ABOUT THIS TASK:
Give back exactly the lines that run from the beginning of the entries to the line containing "(flywheel side, or", both included, and nothing else.

┄┄┄┄┄┄┄┄┄┄

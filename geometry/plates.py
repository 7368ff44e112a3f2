"""Plate clutch section: counter plate, friction disc(s), separator plates, pressure plate.

The stack is built upwards along z from the back face of the counter plate
(flywheel side, or the end plate of a pack).  With ``friction_surfaces = 2N`` there
are N discs and N − 1 separator plates between them.  The pressure plate is
pushed along −z; discs and separators float axially (splines), their position
set by the contact forces alone.

The friction faces are normal to the axis, so a lining end normal to the axis and one
normal to the face are the same square end (``lining.end_shape`` "normal_to_axis" or
"normal_to_face": a rectangle r1 … r2, the original section); "chamfer" cuts each end at
45° through the whole thickness (a trapezoid, see :func:`_lining`).
"""
from __future__ import annotations

from ._sketch import Sketch
from .section import Body, FrictionInterface, Section, check_section


def _plate(sk: Sketch, body, material, inner, outer, z0, z1, bottom_at, top_at, bottom, top, keys, top_ring=None):
    """A rectangle whose bottom and top edges are split at the radii bottom_at, top_at (the ends of a
    friction face or of a lining's bond) and at a ring-load radius on top."""
    bottom_pts = sorted({inner, *bottom_at, outer})
    top_pts = sorted({inner, *top_at, outer} | ({top_ring} if top_ring else set()), reverse=True)
    corners = [(r, z0) for r in bottom_pts] + [(r, z1) for r in top_pts]
    names = []
    for r, _ in zip(bottom_pts, bottom_pts[1:]):
        names.append(bottom.get(r))
    names.append(f"{body}_rim")                          # outer rim (an outer spline's edge)
    for r, _ in zip(top_pts, top_pts[1:]):
        names.append(top.get(r, top.get("*")))
    names.append(f"{body}_bore")                         # bore (an inner spline's edge)
    sk.region(body, body, material, corners, names, keys=keys)


def _lining(sk, body, material, r1, r2, z0, z1, face_name, face_on_top, layers, bond):
    """The lining between z0 and z1: friction face r1 … r2, bond bond[0] … bond[1] (= r1 … r2 for
    square ends; one thickness wider at each end for a 45° chamfer)."""
    # A chamfer through the whole thickness keeps the region four-cornered, as the mesher's structured
    # quad needs (face and bond opposite, same node count).  It makes the friction face shorter than the
    # bond; the friction face must stay r1 … r2 (the face that touches the mate, node for node), so
    # the bond is the wider side and the carrier's face is split at the bond's ends instead.
    if face_on_top:
        corners = [(r2, z1), (r1, z1), (bond[0], z0), (bond[1], z0)]
    else:
        corners = [(r1, z0), (r2, z0), (bond[1], z1), (bond[0], z1)]
    sk.region(f"{body}_lining_{'top' if face_on_top else 'bottom'}", body, material, corners,
              [face_name, None, None, None], lining_layers=layers, keys=("lining.thickness",))


def plate_section(case) -> Section:
    itf, lin = case.interface, case.lining
    r1, r2 = itf.inner_radius, itf.outer_radius
    n_discs = case.disc_count
    on_disc = lin.bonded_to == "disc"
    t = lin.thickness
    lining = (lin.youngs_modulus, lin.poissons_ratio)
    layers = case.mesh.lining_layers
    run = t if lin.end_shape == "chamfer" else 0.0      # the bond's run past each face end
    bond = (r1 - run, r2 + run)
    sk = Sketch()
    bodies, interfaces = [], []
    ring = case.load.ring_radius if case.load.application == "ring" else None

    # stack order bottom-up: counter plate, disc 1, separator 1, disc 2, …, disc N, pressure plate
    stack = [("counter_plate", "counter_plate", "counter plate" if n_discs == 1 else "end plate")]
    for k in range(1, n_discs + 1):
        stack.append((f"disc{k}", "disc", f"friction disc {k}" if n_discs > 1 else "friction disc"))
        if k < n_discs:
            stack.append((f"separator{k}", "separator_plate", f"separator plate {k}"))
    stack.append(("pressure_plate", "pressure_plate", "pressure plate"))

    z = 0.0
    surface = 0
    for pos, (body, table, label) in enumerate(stack):
        params = getattr(case, table)
        is_disc = table == "disc"
        carries_lining = is_disc == on_disc
        thickness = params.core_thickness if is_disc else params.thickness
        inner = params.core_inner_radius if is_disc else params.inner_radius
        outer = params.core_outer_radius if is_disc else params.outer_radius
        material = (params.youngs_modulus, params.poissons_ratio)
        keys = tuple(f"{table}.{k}" for k in (("core_thickness", "core_inner_radius", "core_outer_radius")
                                               if is_disc else ("thickness", "inner_radius", "outer_radius")))
        below = f"s{surface}_{body}_face" if pos > 0 else None
        above = f"s{surface + 1}_{body}_face" if pos < len(stack) - 1 else None
        lining_below = carries_lining and below is not None
        lining_above = carries_lining and above is not None
        if lining_below:
            _lining(sk, body, lining, r1, r2, z, z + t, below, False, layers, bond)
            z += t
        bottom_names = {r1: None if lining_below else below}
        top_names = {r2: None if lining_above else above}     # top edges run towards the axis
        if pos == 0:
            bottom_names = {r: "counter_plate_back" for r in (inner, r1, r2)}
        if body == "pressure_plate":
            top_names = {"*": "pressure_plate_back"}
        _plate(sk, body, material, inner, outer, z, z + thickness, bond if lining_below else (r1, r2),
               bond if lining_above else (r1, r2), bottom_names, top_names, keys,
               top_ring=ring if body == "pressure_plate" else None)
        if pos == 0:
            sk.regions[-1].edge_names[-1] = "counter_plate_bore"     # its radial seat
        z += thickness
        if lining_above:
            _lining(sk, body, lining, r1, r2, z, z + t, above, True, layers, bond)
            z += t
        role = "supported" if pos == 0 else ("pressed" if body == "pressure_plate" else "floating")
        bodies.append(Body(body, role, label))
        if above is not None:
            surface += 1
            upper = stack[pos + 1][0]
            interfaces.append(FrictionInterface(
                name=f"s{surface}", face_a=above, face_b=f"s{surface}_{upper}_face", body_a=body, body_b=upper,
                normal_a=(0.0, 1.0), lining_body=body if lining_above else upper,
                start=(r1, z), end=(r2, z)))

    # coning of the pressure plate opens the gap of the surface it presses on
    coning = case.misalignment.coning
    last = interfaces[-1]
    last.gap_start, last.gap_end = (0.0, coning) if coning >= 0 else (-coning, 0.0)

    refine = []
    for itf_ in interfaces:
        for body in (itf_.body_a, itf_.body_b):
            refine += [sk.point(body, r, itf_.start[1]) for r in (r1, r2)]
    section = Section(
        kind="plate", points=sk.points, regions=sk.regions, bodies=bodies, interfaces=interfaces,
        load_face="pressure_plate_back", axial_force=case.load.axial_force, ring_radius=ring,
        support_axial_face="counter_plate_back", support_radial_face="counter_plate_bore",
        semi_cone_angle=90.0, refine_points=refine, lining_end_shape=lin.end_shape)
    check_section(section)
    return section
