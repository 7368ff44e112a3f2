"""Plane polygon numerics for section files: arcs to chords, curves chained into closed outlines,
crossings and distances.  Everything here is in section coordinates (r, z) in mm, numpy only.

A file is read into a :class:`Drawing`: its closed outlines (one per region, polygon vertices
with, per edge, the drawing curve it comes from) and its other curves (the markers a face
layer or a named group draws over the edges it names).
"""
from __future__ import annotations

import math
from dataclasses import dataclass, field

import numpy as np

MAX_ARC_CHORDS = 4096


@dataclass
class Piece:
    """One curve of the drawing (a LINE, an ARC, one segment of a polyline, a CAD curve) as a polyline."""

    points: np.ndarray            # (k, 2) r, z in mm along the curve, k >= 2
    where: str                    # e.g. "ARC #2F on layer 'CUP'", for messages
    layer: str = ""
    names: tuple[str, ...] = ()   # DXF group names / CAD entity and physical names
    index: int | None = None      # CAD curve tag


@dataclass
class Outline:
    """One closed outline as read: its vertices and, per edge, the piece it comes from."""

    points: np.ndarray            # (n, 2) mm, the first point not repeated at the end
    pieces: list[int]             # edge k (points[k] -> points[k+1]) lies on Drawing.pieces[pieces[k]]
    where: str                    # e.g. "layer 'CUP'" or "face 2 ('Shapes/cup')"
    layer: str = ""
    names: tuple[str, ...] = ()   # CAD face names
    index: int | None = None      # CAD face tag


@dataclass
class Drawing:
    source: str                   # the file's name, for messages
    kind: str                     # "dxf" or "cad"
    outlines: list[Outline] = field(default_factory=list)
    pieces: list[Piece] = field(default_factory=list)
    markers: list[Piece] = field(default_factory=list)    # curves that belong to no outline
    layers: tuple[str, ...] = ()                          # every layer that holds a curve (DXF)
    file_units: str = ""          # what the file says about its length unit, for the units message


def fmt(p) -> str:
    """(r, z) in mm as a message shows it."""
    return f"({p[0]:.4g}, {p[1]:.4g})"


# --- arcs -------------------------------------------------------------------------------------


def arc_segments(radius: float, sweep: float, chord_tolerance: float) -> int:
    """Chords for an arc of ``sweep`` radians: the fewest equal chords whose largest distance to the
    arc (the sagitta R (1 − cos(φ/2)) of a chord of angle φ) is within ``chord_tolerance``, and at
    least one chord per quarter turn; at most MAX_ARC_CHORDS (an arc of a drawing read in the wrong
    units would otherwise become millions of chords before the size check could say so)."""
    sweep = abs(sweep)
    if sweep == 0.0:
        return 1
    per = math.pi if chord_tolerance >= radius else 2.0 * math.acos(1.0 - chord_tolerance / radius)
    n = max(1, math.ceil(sweep / per - 1e-9), math.ceil(sweep / (0.5 * math.pi) - 1e-9))
    return min(n, MAX_ARC_CHORDS)


def arc_points(centre, radius: float, start: float, sweep: float, chord_tolerance: float) -> np.ndarray:
    """Polygon points on a circular arc from angle ``start`` through signed ``sweep`` (radians, > 0
    counter-clockwise), equal chords (:func:`arc_segments`), both ends included."""
    n = arc_segments(radius, sweep, chord_tolerance)
    angle = start + sweep * np.arange(n + 1) / n
    return np.column_stack([centre[0] + radius * np.cos(angle), centre[1] + radius * np.sin(angle)])


def bulge_points(p0, p1, bulge: float, chord_tolerance: float) -> np.ndarray:
    """The arc of a polyline segment p0 -> p1 with DXF bulge b = tan(θ/4) (θ the included angle,
    > 0 counter-clockwise), as polygon points with both ends exactly p0 and p1."""
    p0, p1 = np.asarray(p0, float), np.asarray(p1, float)
    if bulge == 0.0 or np.allclose(p0, p1):
        return np.vstack([p0, p1])
    chord = p1 - p0
    sweep = 4.0 * math.atan(bulge)
    # the centre sits (1 − b²)/(4b) chord lengths to the left of the chord's midpoint
    centre = 0.5 * (p0 + p1) + (1.0 - bulge * bulge) / (4.0 * bulge) * np.array([-chord[1], chord[0]])
    radius = float(np.linalg.norm(p0 - centre))
    start = math.atan2(p0[1] - centre[1], p0[0] - centre[0])
    pts = arc_points(centre, radius, start, sweep, chord_tolerance)
    pts[0], pts[-1] = p0, p1
    return pts


# --- distances and crossings ------------------------------------------------------------------


def point_segment_distance(points, a, b) -> tuple[np.ndarray, np.ndarray]:
    """Distances (m, k) from m points to k segments a -> b, and the parameter t ∈ [0, 1] of the foot."""
    p = np.asarray(points, float).reshape(-1, 1, 2)
    a = np.asarray(a, float).reshape(1, -1, 2)
    b = np.asarray(b, float).reshape(1, -1, 2)
    d = b - a
    length2 = np.maximum((d * d).sum(axis=2), 1e-300)
    t = np.clip(((p - a) * d).sum(axis=2) / length2, 0.0, 1.0)
    foot = a + t[..., None] * d
    return np.linalg.norm(p - foot, axis=2), t


def polyline_distance(points, polyline) -> np.ndarray:
    """Distance from each of the points to a polyline (k, 2)."""
    poly = np.asarray(polyline, float)
    dist, _ = point_segment_distance(points, poly[:-1], poly[1:])
    return dist.min(axis=1)


def signed_area(poly) -> float:
    r, z = poly[:, 0], poly[:, 1]
    return 0.5 * float((r * np.roll(z, -1) - np.roll(r, -1) * z).sum())


def inside(point, poly) -> bool:
    """Even-odd rule: is the point inside the closed polygon?"""
    r, z = point
    hit = False
    for (r0, z0), (r1, z1) in zip(poly, np.roll(poly, -1, axis=0)):
        if (z0 > z) != (z1 > z) and r < r0 + (z - z0) * (r1 - r0) / (z1 - z0):
            hit = not hit
    return hit


def self_crossing(poly, tol: float):
    """Where a closed polygon crosses or touches itself: (point, edge i, edge j) or None.

    Two edges that are not neighbours must keep farther apart than ``tol`` (a crossing, a vertex
    on another edge, or an edge doubling back all count)."""
    n = len(poly)
    a, b = poly, np.roll(poly, -1, axis=0)
    for i in range(n - 2):
        js = np.arange(i + 2, n if i > 0 else n - 1)
        if js.size == 0:
            continue
        p, q = a[i], b[i]
        c, d = a[js], b[js]
        # proper crossing: the ends of each segment lie strictly on both sides of the other
        d1 = _cross(c, d, p)
        d2 = _cross(c, d, q)
        d3 = _cross(p, q, c)
        d4 = _cross(p, q, d)
        proper = (d1 * d2 < 0) & (d3 * d4 < 0)
        if proper.any():
            j = int(js[np.argmax(proper)])
            t = d1[np.argmax(proper)] / (d1[np.argmax(proper)] - d2[np.argmax(proper)])
            return p + t * (q - p), i, j
        # touching: an end of one within tol of the other
        to_other, _ = point_segment_distance(np.vstack([p, q]), c, d)          # (2, m)
        to_this = np.column_stack([point_segment_distance(c, p[None], q[None])[0][:, 0],
                                   point_segment_distance(d, p[None], q[None])[0][:, 0]])   # (m, 2)
        close = (to_other.min(axis=0) <= tol) | (to_this.min(axis=1) <= tol)
        if close.any():
            k = int(np.argmax(close))
            if to_other[:, k].min() <= tol:
                where = (p, q)[int(np.argmin(to_other[:, k]))]
            else:
                where = (c[k], d[k])[int(np.argmin(to_this[k]))]
            return np.asarray(where, float), i, int(js[k])
    return None


def _cross(o, a, b):
    o, a, b = np.asarray(o, float), np.asarray(a, float), np.asarray(b, float)
    return (a[..., 0] - o[..., 0]) * (b[..., 1] - o[..., 1]) - (a[..., 1] - o[..., 1]) * (b[..., 0] - o[..., 0])


# --- chaining curves into closed outlines -----------------------------------------------------


@dataclass
class Strand:
    """Consecutive pieces (a LINE, an ARC, an open polyline's segments), open at both ends."""

    pieces: list[int]             # indices into the drawing's pieces, in order
    reversed_: list[bool]         # per piece: run it backwards


def strand_ends(strand: Strand, pieces: list[Piece]) -> tuple[np.ndarray, np.ndarray]:
    first, last = pieces[strand.pieces[0]], pieces[strand.pieces[-1]]
    start = first.points[-1] if strand.reversed_[0] else first.points[0]
    end = last.points[0] if strand.reversed_[-1] else last.points[-1]
    return start, end


def outline_of(piece_ids, flips, pieces: list[Piece], where: str, **attrs) -> Outline:
    """The closed outline that runs through the pieces in order (each reversed where flips says)."""
    pts, owner = [], []
    for k, flip in zip(piece_ids, flips):
        line = pieces[k].points[::-1] if flip else pieces[k].points
        pts.extend(line[:-1])
        owner.extend([k] * (len(line) - 1))
    return Outline(points=np.array(pts, float), pieces=owner, where=where, **attrs)


def chain(strands: list[Strand], pieces: list[Piece], tol: float, where: str):
    """Join open strands end to end into closed loops.

    Returns ``(loops, problems)``: each loop a list of (piece, reversed) in order; one problem per
    gap (an end that meets no other within ``tol``, with the nearest free end and the distance) and
    per branch (three or more ends at one point)."""
    ends = []                                  # (strand, 0 = start / 1 = end, point)
    for s, strand in enumerate(strands):
        start, end = strand_ends(strand, pieces)
        ends += [(s, 0, start), (s, 1, end)]
    problems = []
    if not ends:
        return [], problems
    pts = np.array([e[2] for e in ends])
    cluster = np.full(len(ends), -1)
    for k in range(len(ends)):
        if cluster[k] < 0:
            near = (np.linalg.norm(pts - pts[k], axis=1) <= tol) & (cluster < 0)
            cluster[near] = k
    members: dict[int, list[int]] = {}
    for k, c in enumerate(cluster):
        members.setdefault(int(c), []).append(k)
    for c, ks in members.items():
        if len(ks) > 2:
            what = ", ".join(pieces[strands[ends[k][0]].pieces[0 if ends[k][1] == 0 else -1]].where for k in ks)
            problems.append(f"{where}: {len(ks)} curves meet at (r, z) = {fmt(pts[c])} mm ({what}); an outline "
                            f"is one closed loop, two curves meeting at each corner (a stray curve, a curve drawn twice, "
                            f"or two outlines of one layer sharing a corner: draw those on separate layers, or as "
                            f"closed polylines)")
    free = [ks[0] for ks in members.values() if len(ks) == 1]
    reported = set()
    for k in free:
        if k in reported:
            continue
        others = [m for m in free if m != k and m not in reported]
        piece = pieces[strands[ends[k][0]].pieces[0 if ends[k][1] == 0 else -1]]
        if others:
            m = min(others, key=lambda m: float(np.linalg.norm(pts[m] - pts[k])))
            if ends[m][0] == ends[k][0] and len(strands[ends[k][0]].pieces) == 1:
                problems.append(f"{where}: {piece.where} from (r, z) = {fmt(pts[k])} to {fmt(pts[m])} mm meets no "
                                f"other curve at either end; an outline is one closed loop (delete the stray curve "
                                f"or move it to a layer of its own)")
                reported |= {k, m}
                continue
            mate = pieces[strands[ends[m][0]].pieces[0 if ends[m][1] == 0 else -1]]
            gap = float(np.linalg.norm(pts[m] - pts[k]))
            problems.append(f"{where}: the outline is not closed: a gap of {gap:.4g} mm between (r, z) = "
                            f"{fmt(pts[k])} mm (end of {piece.where}) and {fmt(pts[m])} mm (end of {mate.where}); "
                            f"ends closer than the tolerance {tol:g} mm are joined")
            reported |= {k, m}
        else:
            problems.append(f"{where}: the outline is not closed: the end of {piece.where} at (r, z) = "
                            f"{fmt(pts[k])} mm meets no other curve")
            reported.add(k)
    if problems:
        return [], problems
    # every cluster has exactly two ends: walk the loops
    partner = {}
    for ks in members.values():
        a, b = ks
        partner[a], partner[b] = b, a
    used = [False] * len(strands)
    loops = []
    for s0 in range(len(strands)):
        if used[s0]:
            continue
        loop, s, forward = [], s0, True
        while not used[s]:
            used[s] = True
            strand = strands[s]
            order = range(len(strand.pieces)) if forward else range(len(strand.pieces) - 1, -1, -1)
            loop += [(strand.pieces[i], strand.reversed_[i] != (not forward)) for i in order]
            out = 2 * s + (1 if forward else 0)          # the end we leave by
            nxt = partner[out]
            s, forward = nxt // 2, nxt % 2 == 0
        loops.append(loop)
    return loops, problems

┄┄┄┄┄┄┄┄┄┄

TASK SOLUTION:
filename geometry/plates.py
repository 7368ff44e112a3f2
"""Plate clutch section: counter plate, friction disc(s), separator plates, pressure plate.

The stack is built upwards along z from the back face of the counter plate
(flywheel side, or the end plate of a pack).  With ``friction_surfaces = 2N`` there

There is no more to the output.